Holy **** and Thanks for sharing. From that link posted, this is the best:
"I have a feeling that Al Gore would get his ass
kicked around here".

Oh I almost forgot, I run BFG MT's and don't have any problems.


----------



## stotts1 (Jan 4, 2010)

yikes, that window pic is freaky


----------



## truckboy (Jul 8, 2010)

With no lift, I would go with a 31" tire. Unless you are going to be playing in the mud (so bad for your jeep unless you are diligent about cleaning the engine compartment often) or on jagged rocks, I would stick with an AT tire over an MT tire. AT tires are going to wear better and last longer...they will also produce less road noise and will cost you less to purchase.

An all around great AT tire is BF Goodrich AT. It is a fairly hard rubber, so you should get some great millage out of it, but the tread is aggressive enough that it looks nice and will perform well in most low level offroad scenarios.

If you have your mind set on a MT tire because they look cooler, then I would stay away from BR Goodrich. Their MT tire is very soft and you are not going to get very many miles out of them before they are balder than a new born baby. I've never been a fan of MT tires, so I can't tell you what a good brand is.

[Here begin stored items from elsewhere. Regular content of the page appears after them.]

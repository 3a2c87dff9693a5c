import { defineConfig } from '@playwright/test'
import { DEMO_PASSWORD, PORTS, SMTP_URL, MAILBOX_URL, testFolder } from './tests/e2e/support/places'

const chromium = process.env.DAYBREATH_CHROMIUM ?? '/usr/bin/chromium'
const program = 'node --conditions=react-server --import tsx'

const server = (name: 'empty' | 'demo' | 'ward', flags: string, before = '') => ({
  command: `${before}exec node lib/start/serve-for-tests.mjs --port ${PORTS[name]} --folder ${testFolder(name)} ${flags}`,
  url: `http://127.0.0.1:${PORTS[name]}/api/health`,
  env: { DAYBREATH_TEST_SMTP_URL: SMTP_URL, DAYBREATH_DEMO_PASSWORD: DEMO_PASSWORD },
  timeout: 180_000,
  reuseExistingServer: false,
  gracefulShutdown: { signal: 'SIGTERM', timeout: 5_000 } as const,
})

// Servers of the production build, each with its own port and database: one empty, set up by the tests as a person would; one with the demo
// hospital; one with a ward in the morning. All of them send their mail to a real SMTP server on loopback.
export default defineConfig({
  testDir: 'tests/e2e',
  outputDir: 'test-results',
  workers: 1,
  retries: 0,
  forbidOnly: true,
  timeout: 90_000,
  expect: { timeout: 10_000 },
  reporter: [['list']],
  webServer: [
    {
      command: `exec node tests/e2e/support/mailbox-server.mjs ${PORTS.smtp} ${PORTS.mailbox}`,
      url: MAILBOX_URL,
      reuseExistingServer: false,
      gracefulShutdown: { signal: 'SIGTERM', timeout: 5_000 },
    },
    server('empty', ''),
    server('ward', '--keep', `${program} tests/e2e/support/fill-ward.ts ward && `),
    server('demo', '--demo'),
  ],
  use: {
    locale: 'en-GB',
    actionTimeout: 20_000,
    trace: 'retain-on-failure',
    launchOptions: {
      executablePath: chromium,
      args: [
        ...(process.getuid?.() === 0 ? ['--no-sandbox'] : []),
        '--disable-gpu',
        '--disable-dev-shm-usage',
        '--disable-background-networking',
        '--disable-component-update',
        '--disable-sync',
        '--no-first-run',
      ],
    },
  },
})
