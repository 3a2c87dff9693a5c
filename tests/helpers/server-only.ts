// Stands in for the package of that name, which refuses to load outside a server bundle.
export {}
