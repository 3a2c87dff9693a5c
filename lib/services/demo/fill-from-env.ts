import 'server-only'
import type { Ctx } from '@/lib/server/ctx'
import { readEnv } from '@/lib/server/env'
import { AppError } from '@/lib/shared/errors'
import { fillDemo } from './fill'
import { makeDemoPassword } from './make-password'

/**
 * Fills this process's database with the demo hospital and prints one line of JSON for each sign-in: role, e-mail, password. The password
 * is DAYBREATH_DEMO_PASSWORD, or made by chance. Answers counts only, since what a job answers is kept.
 */
// no-door: run by hand on a database in which nobody can sign in yet; fillDemo refuses all others
export async function fillDemoFromEnv(ctx: Ctx): Promise<{ accounts: number; rows: number }> {
  const { isDemo, demoPassword } = readEnv()
  if (!isDemo)
    throw new AppError(
      'PRECONDITION',
      'The demo is filled only with DAYBREATH_DEMO=1, so that invented and real patients never mix.',
    )
  const password = demoPassword ?? makeDemoPassword()
  const { accounts, counts } = await fillDemo(ctx, { password })
  for (const account of accounts) process.stdout.write(`${JSON.stringify({ ...account, password })}\n`)
  return { accounts: accounts.length, rows: Object.values(counts).reduce((sum, count) => sum + count, 0) }
}
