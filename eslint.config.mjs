import nextVitals from 'eslint-config-next/core-web-vitals'
import nextTypescript from 'eslint-config-next/typescript'
import tseslint from 'typescript-eslint'
import arrows from './lib/start/arrows.cjs'
import { daybreathPlugin } from './lib/start/eslint-rules.mjs'

const escape = (text) => text.replace(/[.]/g, '\\.')
const alias = (paths) => paths.map((path) => escape(path)).join('|')

/** One row of the table of import directions as lint patterns; the gate over resolved paths is .dependency-cruiser.cjs. */
function toLintConfig({ name, files, except, may, mayAsType = [], mayNot = [], packagesNot = [], packagesOnly }) {
  const patterns = [
    { regex: `^@/(?!${alias([...may, ...mayAsType]) || '$^'})`, message: `${name}: see the table of folders in DEVELOPERS.md.` },
  ]
  if (mayAsType.length > 0) {
    const regex = `^@/${may.length > 0 ? `(?!${alias(may)})` : ''}(?:${alias(mayAsType)})`
    patterns.push({ regex, allowTypeImports: true, message: `${name}: types only.` })
  }
  if (mayNot.length > 0)
    patterns.push({
      regex: `^@/(?:${mayNot.map((path) => escape(path.replace(/\.ts$/, ''))).join('|')})`,
      message: `${name}: not from here.`,
    })
  if (packagesNot.length > 0) {
    const names = packagesNot.map((packageName) => packageName.replace(/\/$|:$/, '')).join('|')
    patterns.push({ regex: `^(?:${names})(?:[/:]|$)`, message: `${name} stays free of this package.` })
  }
  if (packagesOnly) {
    const allowed = [...packagesOnly.map((packageName) => `${packageName}(?:/|$)`), '\\./', '@/'].join('|')
    patterns.push({ regex: `^(?!${allowed})`, message: `${name} stays pure.` })
  }
  return { files, ignores: except, rules: { '@typescript-eslint/no-restricted-imports': ['error', { patterns }] } }
}

const noBarrels = [
  { selector: 'ExportAllDeclaration', message: 'Import the exact file: no barrels.' },
  { selector: 'ExportDefaultDeclaration', message: 'Named exports; default only where Next asks for it.' },
]
const COLOUR =
  '(#[0-9a-fA-F]{3,8}\\b|\\b(text|bg|border|fill|stroke|ring|outline)-(red|green|blue|gr[ae]y|slate|zinc|amber|yellow|orange|teal|black|white)\\b)'
const coloursByToken = [
  { selector: `Literal[value=/${COLOUR}/]`, message: 'Colours only by token (text-stop, bg-paper …).' },
  { selector: `TemplateElement[value.raw=/${COLOUR}/]`, message: 'Colours only by token (text-stop, bg-paper …).' },
]
const noClock = [
  { selector: "NewExpression[callee.name='Date'][arguments.length=0]", message: 'Time comes in as an argument.' },
  { selector: "CallExpression[callee.name='Date']", message: 'Time comes in as an argument.' },
]
const length = (max) => ['error', { max, skipBlankLines: true, skipComments: true }]

export default tseslint.config(
  {
    ignores: [
      '.next*/**',
      'data/**',
      'db/migrations/**',
      'next-env.d.ts',
      'test-results/**',
      'playwright-report/**',
      'coverage/**',
    ],
  },
  ...nextVitals,
  ...nextTypescript,
  {
    files: ['**/*.{ts,tsx,mts}'],
    plugins: { '@typescript-eslint': tseslint.plugin, daybreath: daybreathPlugin },
    languageOptions: { parserOptions: { projectService: true, tsconfigRootDir: import.meta.dirname } },
    rules: {
      '@typescript-eslint/no-explicit-any': 'error',
      '@typescript-eslint/no-non-null-assertion': 'error',
      '@typescript-eslint/no-unused-vars': [
        'error',
        { argsIgnorePattern: '^_', varsIgnorePattern: '^_', ignoreRestSiblings: true },
      ],
      '@typescript-eslint/no-floating-promises': ['error', { checkThenables: true }],
      '@typescript-eslint/no-misused-promises': ['error', { checksVoidReturn: { attributes: false } }],
      '@typescript-eslint/await-thenable': 'error',
      '@typescript-eslint/switch-exhaustiveness-check': ['error', { considerDefaultExhaustiveForUnions: true }],
      'daybreath/no-waiting-transaction': 'error',
      eqeqeq: ['error', 'always', { null: 'ignore' }],
      'no-console': 'error',
      'max-lines': length(300),
      'max-lines-per-function': length(90),
    },
  },
  // A component is mostly markup.
  { files: ['**/*.tsx'], rules: { 'max-lines-per-function': length(150) } },
  {
    files: ['lib/**', 'components/**', 'db/**', 'jobs/**'],
    ignores: ['db/schema/index.ts'],
    rules: { 'no-restricted-syntax': ['error', ...noBarrels] },
  },
  { files: ['components/**'], rules: { 'no-restricted-syntax': ['error', ...noBarrels, ...coloursByToken] } },
  { files: ['app/**/*.tsx'], rules: { 'no-restricted-syntax': ['error', ...coloursByToken] } },
  {
    files: ['lib/weaning/**', 'lib/statistics/**'],
    rules: {
      'no-restricted-syntax': ['error', ...noBarrels, ...noClock],
      'no-restricted-properties': [
        'error',
        { object: 'Math', property: 'random', message: 'Same input, same answer.' },
        { object: 'Date', property: 'now', message: 'Time comes in as an argument.' },
        { object: 'performance', property: 'now', message: 'Time comes in as an argument.' },
      ],
      'no-restricted-globals': [
        'error',
        'process',
        'globalThis',
        'window',
        'document',
        'fetch',
        'crypto',
        'setTimeout',
        'setInterval',
      ],
    },
  },
  {
    files: ['**/*.{ts,tsx}'],
    ignores: ['lib/weaning/**', 'lib/statistics/**', 'lib/server/env.ts', 'tests/**', 'instrumentation.ts', '*.config.ts'],
    rules: {
      'no-restricted-properties': [
        'error',
        { object: 'process', property: 'env', message: 'Settings are read in lib/server/env.ts.' },
      ],
    },
  },
  { files: ['lib/services/**'], rules: { 'daybreath/verb-has-door': 'error' } },
  {
    files: ['lib/services/**', 'lib/server/**', 'lib/access/door.ts', 'db/client.ts', 'db/queries/**'],
    rules: { 'daybreath/says-server-only': 'error' },
  },
  ...arrows.ARROWS.map(toLintConfig),
  // The scripts that start everything, the programs that people run, and the tests may speak to the console.
  {
    files: ['lib/start/**', 'jobs/run.ts', 'lib/server/boot.ts', 'tests/**', '*.{ts,mjs,mts,cjs}'],
    rules: { 'no-console': 'off' },
  },
  { files: ['**/*.cjs'], rules: { '@typescript-eslint/no-require-imports': 'off' } },
  { files: ['lib/start/**/*.mjs'], rules: { 'max-lines': length(300), 'max-lines-per-function': length(90) } },
  { files: ['tests/**'], rules: { 'max-lines': 'off', 'max-lines-per-function': 'off', 'no-restricted-syntax': 'off' } },
)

If you want a great all around tire that will get you decent millage, look aggressive and cool as hell, and is generally accepted as one of the best all around offroad tires on the market, then you should consider Goodyear MT/Rs.

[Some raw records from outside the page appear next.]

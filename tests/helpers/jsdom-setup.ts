import { cleanup } from '@testing-library/react'
import { afterEach, beforeEach, expect, vi, type MockInstance } from 'vitest'

// Charts and dialogs ask for these; jsdom has neither.
class StillObserver {
  observe(): void {}
  unobserve(): void {}
  disconnect(): void {}
}
vi.stubGlobal('ResizeObserver', StillObserver)

// Names of fields hold dots and nothing stranger.
if (typeof CSS === 'undefined') vi.stubGlobal('CSS', { escape: (text: string) => text.replace(/[^\w-]/g, '\\$&') })

HTMLDialogElement.prototype.showModal ??= function showModal(this: HTMLDialogElement) {
  this.setAttribute('open', '')
}
HTMLDialogElement.prototype.close ??= function close(this: HTMLDialogElement) {
  this.removeAttribute('open')
  this.dispatchEvent(new Event('close'))
}

let consoleError: MockInstance<typeof console.error>

beforeEach(() => {
  consoleError = vi.spyOn(console, 'error').mockImplementation(() => {})
})

// An unexpected console error fails the test; a test that expects one asserts it and calls mockClear().
afterEach(() => {
  const complaints = consoleError.mock.calls.map((call) => call.map(String).join(' '))
  cleanup()
  consoleError.mockRestore()
  expect(complaints).toEqual([])
})
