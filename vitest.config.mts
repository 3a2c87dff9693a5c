import { fileURLToPath } from 'node:url'
import react from '@vitejs/plugin-react'
import { defineConfig } from 'vitest/config'

const root = fileURLToPath(new URL('.', import.meta.url))
const alias = [
  { find: /^server-only$/, replacement: `${root}tests/helpers/server-only.ts` },
  { find: /^@\//, replacement: root },
]

export default defineConfig({
  plugins: [react()],
  resolve: { alias },
  test: {
    restoreMocks: true,
    unstubEnvs: true,
    // Verbs read the address for links from the environment; nothing outside the tests uses these values.
    env: { DAYBREATH_SECRET: 'a secret for tests only, never for real use', DAYBREATH_LOG_LEVEL: 'silent' },
    projects: [
      {
        extends: true,
        test: {
          name: 'node',
          environment: 'node',
          include: ['tests/**/*.test.{ts,tsx}'],
          exclude: ['tests/components/**', 'tests/e2e/**', 'node_modules/**'],
          testTimeout: 20_000,
          hookTimeout: 30_000,
        },
      },
      {
        extends: true,
        test: {
          name: 'jsdom',
          environment: 'jsdom',
          include: ['tests/components/**/*.test.{ts,tsx}'],
          setupFiles: ['tests/helpers/jsdom-setup.ts'],
          testTimeout: 20_000,
          hookTimeout: 30_000,
        },
      },
    ],
  },
})
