import type { Config } from 'tailwindcss'

const token = (name: string) => `rgb(var(--${name}) / <alpha-value>)`

// Names of the colour tokens; their day and night values stand in app/globals.css.
export default {
  darkMode: 'class',
  content: ['./app/**/*.{ts,tsx}', './components/**/*.{ts,tsx}'],
  theme: {
    colors: {
      transparent: 'transparent',
      current: 'currentColor',
      paper: token('paper'),
      field: token('field'),
      ink: token('ink'),
      line: token('line'),
      muted: token('muted'),
      band: token('band'),
      dawn: token('dawn'),
      calm: token('calm'),
      wait: token('wait'),
      stop: token('stop'),
    },
    fontFamily: {
      sans: ["'Atkinson Hyperlegible Next Variable'", "'Daybreath Symbols'", 'system-ui', 'sans-serif'],
      mono: ["'Atkinson Hyperlegible Mono Variable'", "'Daybreath Symbols'", 'ui-monospace', 'monospace'],
    },
    extend: {
      screens: { phone: '480px', tablet: '768px', desk: '1100px' },
      spacing: { target: '44px' },
      maxWidth: { page: '1440px', reading: '68ch' },
      borderRadius: { control: '8px' },
    },
  },
} satisfies Config
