import fc from 'fast-check'
import { describe, expect, it } from 'vitest'
import { infusionsToHold } from '@/lib/weaning/hold/infusions-to-hold'
import { isTolerated } from '@/lib/weaning/hold/is-tolerated'
import { judgeSafety } from '@/lib/weaning/hold/judge-safety'
import { restartDose } from '@/lib/weaning/hold/restart-dose'
import { defaultProtocol } from '@/lib/weaning/published/default-protocol'
import { judgeStop } from '@/lib/weaning/stop/judge-stop'
import { rulesMet } from '@/lib/weaning/stop/rules-met'
import { HOLD_SAFETY_ITEMS, type HoldSafetyItem } from '@/lib/weaning/vocabulary'
import { at } from '../fixtures'

const { failRules, restartFraction, safetyItems, toleratedAfterMin } = defaultProtocol.hold
const failed = (looks: ReturnType<typeof at>[]) => rulesMet(judgeStop(failRules, null, looks, 24 * 3_600_000)).ids
const calmScreen = Object.fromEntries(HOLD_SAFETY_ITEMS.map((item) => [item, false])) as Record<HoldSafetyItem, boolean>
const minute = (value: number) => value * 60_000

// Awakening trial of Girard 2008, doi:10.1016/S0140-6736(08)60105-1, from a later reuse of that protocol. Worked cases derived.
describe('the worked sedation holds', () => {
  it('fails R-SAT1, 38 breaths for 7 min, and restarts propofol 30 mL/h at 15 mL/h', () => {
    expect(failed([at(20, { breathsPerMin: 38 }), at(27, { breathsPerMin: 38 })])).toEqual(['breaths_high'])
    expect(restartDose({ rateBefore: 30, restartFraction })).toEqual({ known: true, value: 15 })
  })

  it('holds midazolam and leaves fentanyl for rib fractures on, R-SAT2', () => {
    const fentanyl = { drug: 'fentanyl', purpose: 'pain' } as const
    const midazolam = { drug: 'midazolam', purpose: 'sedation' } as const
    expect(infusionsToHold([fentanyl, midazolam])).toEqual([midazolam])
  })

  it('tolerates R-SAT3, calm for 4 h 05 min without opening the eyes', () => {
    const hold = { startedMs: 0, opensEyesToVoice: false, failRulesMet: [], toleratedAfterMin }
    expect(isTolerated({ ...hold, atMs: minute(245) })).toBe(true)
    expect(isTolerated({ ...hold, atMs: minute(240) })).toBe(true)
    expect(isTolerated({ ...hold, atMs: minute(239) })).toBe(false)
  })

  it('is unsafe with cisatracurium running, R-SAT4', () => {
    expect(judgeSafety(safetyItems, { ...calmScreen, neuromuscular_blockade: true })).toEqual({
      result: 'unsafe',
      present: ['neuromuscular_blockade'],
      notAssessed: [],
    })
  })

  it('does not fail R-SAT5, SpO2 87 % for 3 min', () => {
    expect(failed([at(10, { spo2Percent: 87 }), at(13, { spo2Percent: 87 })])).toEqual([])
    expect(failed([at(10, { spo2Percent: 87 }), at(15, { spo2Percent: 87 })])).toEqual(['spo2_low'])
  })
})

describe('isTolerated', () => {
  it('takes the eyes opened to voice at any time', () => {
    expect(isTolerated({ startedMs: 0, atMs: minute(10), opensEyesToVoice: true, failRulesMet: [], toleratedAfterMin })).toBe(
      true,
    )
  })
  it('is never true once a fail rule is met', () => {
    const hold = { startedMs: 0, atMs: minute(300), failRulesMet: ['breaths_high'], toleratedAfterMin }
    expect(isTolerated({ ...hold, opensEyesToVoice: true })).toBe(false)
    expect(isTolerated({ ...hold, opensEyesToVoice: false })).toBe(false)
  })
})

describe('judgeSafety', () => {
  it('is safe only when every item was answered with no', () => {
    expect(judgeSafety(safetyItems, calmScreen).result).toBe('safe')
    for (const item of HOLD_SAFETY_ITEMS) {
      expect(judgeSafety(safetyItems, { ...calmScreen, [item]: null })).toEqual({
        result: 'incomplete',
        present: [],
        notAssessed: [item],
      })
      expect(judgeSafety(safetyItems, { ...calmScreen, [item]: true }).result).toBe('unsafe')
    }
    expect(judgeSafety(safetyItems, {}).result).toBe('incomplete')
  })
  it('is unsafe with one item present even when others are not answered', () => {
    expect(judgeSafety(safetyItems, { raised_icp: true }).result).toBe('unsafe')
  })
  it('asks only the items of the protocol', () => {
    expect(judgeSafety(['raised_icp'], { raised_icp: false, active_seizures: true }).result).toBe('safe')
  })
})

describe('restartDose', () => {
  it.each([
    [null, 'missing'],
    [0, 'implausible'],
    [-4, 'implausible'],
    [Number.NaN, 'implausible'],
  ])('does not answer for a rate of %s', (rateBefore, reason) => {
    expect(restartDose({ rateBefore, restartFraction })).toEqual({ known: false, reason })
  })
  it('does not answer for a fraction that is no reduction', () => {
    expect(restartDose({ rateBefore: 10, restartFraction: 0 })).toEqual({ known: false, reason: 'implausible' })
    expect(restartDose({ rateBefore: 10, restartFraction: 1.5 })).toEqual({ known: false, reason: 'implausible' })
  })
  it('is never more than the rate before and never rounded', () => {
    fc.assert(
      fc.property(fc.integer({ min: 1, max: 100_000 }), (hundredths) => {
        const answer = restartDose({ rateBefore: hundredths / 100, restartFraction: 0.5 })
        expect(answer).toEqual({ known: true, value: hundredths / 200 })
      }),
    )
  })
})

Don't let the MT part fool you...this is NOT a mud tire. MT/R stands for "More Traction/Reinforced." This is a very high quality tire that has the right chemistry to last long on the pavement (keep them rotated ever 3000 miles and aired to proper pressure and you should get 25-30K out of them). The reinforced bit has to do with the sidewalls. Most AT/MT tires are going to have sidewalls that are 3-5 walls thick. The MT/Rs have sidewalls that are 6-8 walls thick, depending on which load rating you buy. If you live in an area that has lots of rocks and you offroad, these tires are very sticky on the rocks and will give you great traction.

As for the bigger "badder" looking tires - a general rule of thumb - The more aggressive the tread, the less life you will get out of them (think in terms of less than 12,000 miles/one year for some tires). The heavier and bigger the tire, the worse you gas millage gets (not to mention the potential to break an axle shaft/u-joint out on the trail).

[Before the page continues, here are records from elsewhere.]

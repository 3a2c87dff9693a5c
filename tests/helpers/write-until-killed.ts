// Run as a program of its own by the kill test: waits for one line of JSON, opens the database as a server does, then records
// settings through the real verb without a pause, and prints each acknowledged entry. It never ends by itself.
import { writeSync } from 'node:fs'
import { createInterface } from 'node:readline'
import { migrateDatabase, openDatabase } from '@/db/client'
import { recordSettingsSchema } from '@/lib/schemas/settings'
import type { PersonActor } from '@/lib/server/ctx'
import { recordSettings } from '@/lib/services/settings/record'
import { newId } from '@/lib/shared/ids'

export type Orders = {
  file: string
  episodeId: string
  actor: PersonActor
  now: number
  day: string
  time: string
  firstNumber: number
}
export type Acknowledged = { number: number; id: string }

function writeForEver({ file, episodeId, actor, now, day, time, firstNumber }: Orders): never {
  const db = openDatabase(file)
  migrateDatabase(db)
  for (let number = firstNumber; ; number += 1) {
    // The number decides the request: sent again after a kill, it is the same request with the same key.
    const input = recordSettingsSchema.parse({
      episodeId,
      observed: { day, time },
      mode: 'PC-CSV',
      fio2Fraction: 0.4,
      peepCmH2O: 5 + (number % 4),
      setRatePerMin: null,
      setTidalVolumeMl: null,
      inspiratoryPressureCmH2O: null,
      pressureSupportCmH2O: 8,
      measuredRatePerMin: 10 + (number % 15),
      measuredTidalVolumeMl: 420,
      peakPressureCmH2O: null,
      plateauPressureCmH2O: null,
      spo2Percent: 96,
    })
    const ctx = { actor, now, requestId: newId(), db, idempotencyKey: `request-${number}` }
    const { id } = recordSettings(ctx, input)
    writeSync(1, `${JSON.stringify({ number, id } satisfies Acknowledged)}\n`)
  }
}

createInterface({ input: process.stdin }).once('line', (line) => writeForEver(JSON.parse(line) as Orders))
writeSync(1, 'ready\n')
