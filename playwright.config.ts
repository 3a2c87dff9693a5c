import { tmpdir } from 'node:os'
import { join } from 'node:path'
import { defineConfig } from '@playwright/test'

const chromium = process.env.DAYBREATH_CHROMIUM ?? '/usr/bin/chromium'
const folder = (name: string) => join(tmpdir(), `daybreath-e2e-${name}`)
const server = (port: number, name: string, flags: string) => ({
  command: `node lib/start/serve-for-tests.mjs --port ${port} --folder ${folder(name)} ${flags}`,
  url: `http://127.0.0.1:${port}/api/health`,
  timeout: 180_000,
  reuseExistingServer: false,
  gracefulShutdown: { signal: 'SIGTERM', timeout: 5_000 } as const,
})

// Two servers of the production build: one with an empty database, set up by the tests as a person would; one with the demo hospital.
export default defineConfig({
  testDir: 'tests/e2e',
  outputDir: 'test-results',
  workers: 1,
  retries: 0,
  forbidOnly: true,
  timeout: 90_000,
  expect: { timeout: 10_000 },
  reporter: [['list']],
  webServer: [server(3211, 'empty', ''), server(3212, 'demo', '--demo')],
  use: {
    baseURL: 'http://localhost:3211',
    locale: 'en-GB',
    timezoneId: 'Etc/UTC',
    trace: 'retain-on-failure',
    launchOptions: {
      executablePath: chromium,
      args: [
        ...(process.getuid?.() === 0 ? ['--no-sandbox'] : []),
        '--disable-gpu',
        '--disable-dev-shm-usage',
        '--disable-background-networking',
        '--disable-component-update',
        '--disable-sync',
        '--no-first-run',
      ],
    },
  },
})
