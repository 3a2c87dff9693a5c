import { simpleParser, type ParsedMail } from 'mailparser'
import { SMTPServer } from 'smtp-server'
import { onTestFinished } from 'vitest'

type Behaviour = 'accept' | { refuse: number } | 'drop_after_data'

/** A real SMTP server on loopback, on a free port. Its behaviour can be changed while it runs. */
export async function startSmtpServer() {
  const received: { raw: string; mail: ParsedMail; to: string[] }[] = []
  let behaviour: Behaviour = 'accept'
  const server = new SMTPServer({
    authOptional: true,
    disabledCommands: ['STARTTLS'],
    disableReverseLookup: true,
    onData(stream, session, answer) {
      const chunks: Buffer[] = []
      stream.on('data', (chunk: Buffer) => chunks.push(chunk))
      stream.on('end', () => {
        const raw = Buffer.concat(chunks).toString('utf8')
        if (typeof behaviour === 'object') return answer(Object.assign(new Error('not now'), { responseCode: behaviour.refuse }))
        void simpleParser(raw).then((mail) => {
          received.push({ raw, mail, to: session.envelope.rcptTo.map((recipient) => recipient.address) })
          if (behaviour === 'drop_after_data') stream.destroy(new Error('dropped'))
          else answer()
        })
      })
    },
  })
  server.on('error', () => undefined)
  await new Promise<void>((resolve) => server.listen(0, '127.0.0.1', resolve))
  const address = server.server.address()
  const port = typeof address === 'object' && address ? address.port : 0
  onTestFinished(() => new Promise<void>((resolve) => server.close(() => resolve())))
  return {
    url: `smtp://127.0.0.1:${port}`,
    received,
    behave: (next: Behaviour) => {
      behaviour = next
    },
  }
}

My best advice - If you have the $$ to burn on Goodyear MT/R...do it.

If you are on a tighter budget, get a BF Goodrich AT.

If you need something even cheaper, check out Big O tires.

Any way you play it, go for 30-31" tires.


----------



## theplowmeister (Nov 14, 2006)

truckboy;1050957 said:


> With no lift, I would go with a 31" tire. Unless you are going to be playing in the mud (so bad for your jeep unless you are diligent about cleaning the engine compartment often) or on jagged rocks, I would stick with an AT tire over an MT tire. AT tires are going to wear better and last longer...they will also produce less road noise and will cost you less to purchase.
> 
> An all around great AT tire is BF Goodrich AT. It is a fairly hard rubber, so you should get some great millage out of it, but the tread is aggressive enough that it looks nice and will perform well in most low level offroad scenarios.
> 
> ...


I must be old... you talk about "looking kool" but... no ware do you talk about TRACTION in SNOW

Maybe the M/T tire is softer to... get more traction on rocks when off roading.

Ive used many brands of M/T tires including the Moab edition A/T (Read that as softer tread compound than the the standard M/T) and NEVER got less than 21 K out of any of them.

Dunlop Radial Rover M/T Best tire
BFG Mudterain M/T ~
Interco TSL Worst tire

For snow traction Blizzak is the best I've used or seen.

(I can push a full 7 1/2 blade of wet snow up hill, that my buddy with an F250 with A/T tires cant drive up .)

I also found that the more sidewall belts you have the less the tire can conform to the terrain and the less traction you end up with.

I.E when I run Dunlop M/T I run ~ 12 psi when off roading, with the BFG's I had to go down to 8 PSI in order to get the same squish from the tire. And the interco I need to run ~6 PSI.


----------